» **TASK BRIEF**: From the data below, set down exactly the lines between the one holding "assert V == pytest.approx(0.0016" and the one holding "V = V_room - 1.9e-6", inclusive, and no others.

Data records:

|---|

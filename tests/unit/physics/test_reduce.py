"""Reduction steps, checked against hand calculations of the published laws
(ideal gas, Dalton, hydrostatics; constants CODATA 2018 / CIPM-2007)."""

import numpy as np
import pytest
from uncertainties import ufloat

from vpkit.physics import reduce as rd

R = 8.314462618


def test_ideal_gas_and_dalton_by_hand():
    n = 100000.0 * 2e-6 / (R * 295.0)  # 2 mL of air at 100 kPa and 295 K
    assert rd.air_amount(100000.0, 0.0, 2e-6, 295.0) == pytest.approx(n, rel=1e-14)
    p_air = rd.air_partial_pressure(n, 3e-6, 330.0)
    assert p_air == pytest.approx(100000.0 * (2 / 3) * (330 / 295), rel=1e-14)
    assert rd.vapor_pressure(100000.0, p_air) == pytest.approx(100000.0 - p_air)


def test_weighing_and_scale_both_directions():
    # 1.6 g of liquid of 800 kg/m3 displaced -> 2 mL, ignoring the gas mass
    V = rd.room_gas_volume(0.0300, 0.0284, 800.0)
    assert V == pytest.approx(2.0e-6, rel=1e-12)
    off = rd.scale_offset(V, 1.85e-6, +1)
    assert rd.bubble_volume(1.85e-6, off, +1) == pytest.approx(V)
    off_open = rd.scale_offset(V, 8.0e-6, -1)  # graduated from the open end
    assert off_open == pytest.approx(10.0e-6)
    assert rd.bubble_volume(7.0e-6, off_open, -1) == pytest.approx(3.0e-6)


def test_gas_mass_in_weighing():
    # air at 100 kPa, 295 K: rho = P M/(R T) = 1.181 kg/m3 (M = 28.96546 g/mol)
    rho_gas = rd.gas_density(100000.0, 295.0)
    assert rho_gas == pytest.approx(100000 * 0.02896546 / (R * 295.0), rel=1e-14)
    V = rd.room_gas_volume(0.0300, 0.0284, 800.0, rho_gas)
    assert V == pytest.approx(0.0016 / (800.0 - rho_gas))


def test_hydrostatic_head():
    assert rd.total_pressure(100000.0, 0.1, 1000.0) == pytest.approx(100000 + 980.665)


def test_functions_accept_uncertain_numbers():
    n = rd.air_amount(ufloat(100000.0, 100.0), 0.0, 2e-6, 295.0)
    p = rd.vapor_pressure(100000.0, rd.air_partial_pressure(n, 3e-6, 330.0))
    assert p.std_dev > 0


def test_chain_matches_steps():
    x = {"T": np.array([[300.0, 320.0]]), "reading": np.array([[2.0e-6, 2.6e-6]]),
         "P": np.array([[100000.0, 100000.0]]), "P_bar": np.array([100000.0]),
         "T_room": np.array([295.0]), "room_reading": np.array([1.9e-6]),
         "mass_before": np.array([0.030]), "mass_after": np.array([0.0284]),
         "density": np.array([800.0])}
    setup = rd.ReductionSetup(air_from="weighed", gas_mass=False)
    out = rd.reduce_chain(x, setup, np.array([2000.0]))
    V_room = 2.0e-6
    n = (100000.0 - 2000.0) * V_room / (R * 295.0)
    V = V_room - 1.9e-6 + np.array([2.0e-6, 2.6e-6])
    np.testing.assert_allclose(out["p_vap"][0], 100000.0 - n * R * np.array([300, 320]) / V)


def test_flags_never_drop_points():
    flags = rd.point_flags([300.0, 310.0, 320.0], [2e-6, 1.9e-6, 3e-6],
                           [1e5, 1e5, 1e5], [-5.0, 100.0, 2e5], T_boil=315.0)
    assert len(flags) == 3
    assert "vapor pressure ≤ 0" in flags[0][0]
    assert any("smaller than at a lower" in f for f in flags[1])
    assert any("≥ total pressure" in f for f in flags[2])
    assert any("boiling point" in f for f in flags[2])


def _x(**extra):
    x = {"T": np.array([[300.0, 320.0]]), "reading": np.array([[2.0e-6, 2.6e-6]]),
         "P": np.full((1, 2), np.nan), "P_bar": np.array([100000.0]),
         "T_room": np.array([295.0]), "room_reading": np.array([1.9e-6]),
         "mass_before": np.array([0.030]), "mass_after": np.array([0.0284]),
         "density": np.array([800.0]), "V_injected": np.array([2.1e-6])}
    x.update({k: np.array([v]) for k, v in extra.items()})
    return x


def test_head_at_the_room_reading_raises_the_weighed_air_amount():
    """n = (P_bar + rho g h_room - p_ref) V_room/(R T_room), g_n = 9.80665 m/s^2."""
    setup = rd.ReductionSetup(air_from="weighed", gas_mass=False, room_head=True)
    out = rd.reduce_chain(_x(room_depth=0.05), setup, np.array([2000.0]))
    n = (100000.0 + 800.0 * 9.80665 * 0.05 - 2000.0) * 2.0e-6 / (R * 295.0)
    assert out["n_air"][0] == pytest.approx(n, rel=1e-13)
    off = rd.reduce_chain(_x(room_depth=0.05), rd.ReductionSetup(gas_mass=False, room_head=False),
                          np.array([2000.0]))
    assert off["n_air"][0] == pytest.approx((100000.0 - 2000.0) * 2e-6 / (R * 295.0))


def test_tube_bore_moves_the_interface_down_as_the_bubble_grows():
    """depth_i = h + (V_i - V_room)/(pi d^2/4); the room head is then h itself."""
    setup = rd.ReductionSetup(air_from="weighed", gas_mass=False, use_head=True, room_head=True)
    d, h = 0.005, 0.04
    out = rd.reduce_chain(_x(depth=h, bore=d), setup, np.array([2000.0]))
    V = 2.0e-6 - 1.9e-6 + np.array([2.0e-6, 2.6e-6])
    depth = h + (V - 2.0e-6) / (np.pi * d**2 / 4)
    np.testing.assert_allclose(out["P_total"][0], 100000.0 + 800.0 * 9.80665 * depth, rtol=1e-14)
    n = (100000.0 + 800.0 * 9.80665 * h - 2000.0) * 2.0e-6 / (R * 295.0)
    assert out["n_air"][0] == pytest.approx(n, rel=1e-13)


def test_moisture_of_injected_air_leaves_a_liquid_that_takes_up_water():
    """Dry air only: n = (P_bar - RH p_w(T_room)) V_inj/(R T_room), p_w from IAPWS-95 (the
    iapws package); in a liquid that does not take up water the moisture counts as air."""
    iapws = pytest.importorskip("iapws")
    p_w = iapws.IAPWS95(T=295.0, x=0).P * 1e6
    wet = rd.reduce_chain(_x(RH=0.6), rd.ReductionSetup(air_from="injected",
                                                        moisture_dissolves=True), 0.0)
    assert wet["n_air"][0] == pytest.approx((100000.0 - 0.6 * p_w) * 2.1e-6 / (R * 295.0),
                                            rel=1e-9)
    kept = rd.reduce_chain(_x(RH=0.6), rd.ReductionSetup(air_from="injected"), 0.0)
    assert kept["n_air"][0] == pytest.approx(100000.0 * 2.1e-6 / (R * 295.0), rel=1e-13)


def test_capillary_lengths_become_volumes_and_the_bore_cancels_for_a_cold_reference():
    """Bubble lengths L in a capillary of bore d are volumes L π d²/4 (offset 0: the length
    runs from the closed end). With the air amount fixed at a cold reading the cross-section
    cancels: p_air(T) = (P - p_c) (L_c / L) (T / T_c), by hand below."""
    T = np.array([277.15, 300.0, 320.0])
    L = np.array([0.022, 0.0245, 0.0290])
    P, p_c = 99_600.0, 800.0
    x = {"T": T, "reading": L, "P_bar": np.float64(P), "T_room": np.float64(295.0),
         "bore": np.float64(1.2e-3)}
    setup = rd.ReductionSetup(air_from="cold", cold_index=0, offset_from_weighing=False,
                              use_head=False, length_readings=True)
    out = rd.reduce_chain(x, setup, np.float64(p_c))
    area = np.pi * 1.2e-3**2 / 4
    assert out["V"] == pytest.approx(L * area, rel=1e-14)
    expected = P - (P - p_c) * (L[0] / L) * (T / T[0])
    assert out["p_vap"] == pytest.approx(expected, rel=1e-12)
    wider = rd.reduce_chain({**x, "bore": np.float64(2.5e-3)}, setup, np.float64(p_c))
    assert wider["p_vap"] == pytest.approx(out["p_vap"], rel=1e-12)


def test_per_run_air_methods_give_each_run_its_own_method():
    """A batch with one method per run equals each method applied alone."""
    T = np.array([[277.0, 300.0, 320.0]] * 3)
    x = {"T": T, "reading": np.array([[2.0e-6, 2.3e-6, 2.8e-6]] * 3),
         "P_bar": np.full(3, 1.0e5), "T_room": np.full(3, 295.0),
         "room_reading": np.full(3, 2.1e-6), "scale_offset": np.full(3, 0.1e-6),
         "V_injected": np.full(3, 2.0e-6), "density": np.full(3, 789.0)}
    kw = dict(cold_index=0, offset_from_weighing=False, use_head=False)
    mixed = rd.reduce_chain(x, rd.ReductionSetup(
        air_from=np.array(["weighed", "injected", "cold"], dtype=object), **kw), np.full(3, 900.0))
    for r, method in enumerate(["weighed", "injected", "cold"]):
        alone = rd.reduce_chain(x, rd.ReductionSetup(air_from=method, **kw), np.full(3, 900.0))
        assert mixed["p_vap"][r] == pytest.approx(alone["p_vap"][r], rel=1e-15)
    with pytest.raises(ValueError, match="air_from must be one of"):
        rd.reduce_chain(x, rd.ReductionSetup(air_from="guessed", **kw), np.full(3, 900.0))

|---|

» **OUTPUT FOR THIS TASK**:
    assert V == pytest.approx(0.0016 / (800.0 - rho_gas))


def test_hydrostatic_head():
    assert rd.total_pressure(100000.0, 0.1, 1000.0) == pytest.approx(100000 + 980.665)


def test_functions_accept_uncertain_numbers():
    n = rd.air_amount(ufloat(100000.0, 100.0), 0.0, 2e-6, 295.0)
    p = rd.vapor_pressure(100000.0, rd.air_partial_pressure(n, 3e-6, 330.0))
    assert p.std_dev > 0


def test_chain_matches_steps():
    x = {"T": np.array([[300.0, 320.0]]), "reading": np.array([[2.0e-6, 2.6e-6]]),
         "P": np.array([[100000.0, 100000.0]]), "P_bar": np.array([100000.0]),
         "T_room": np.array([295.0]), "room_reading": np.array([1.9e-6]),
         "mass_before": np.array([0.030]), "mass_after": np.array([0.0284]),
         "density": np.array([800.0])}
    setup = rd.ReductionSetup(air_from="weighed", gas_mass=False)
    out = rd.reduce_chain(x, setup, np.array([2000.0]))
    V_room = 2.0e-6
    n = (100000.0 - 2000.0) * V_room / (R * 295.0)
    V = V_room - 1.9e-6 + np.array([2.0e-6, 2.6e-6])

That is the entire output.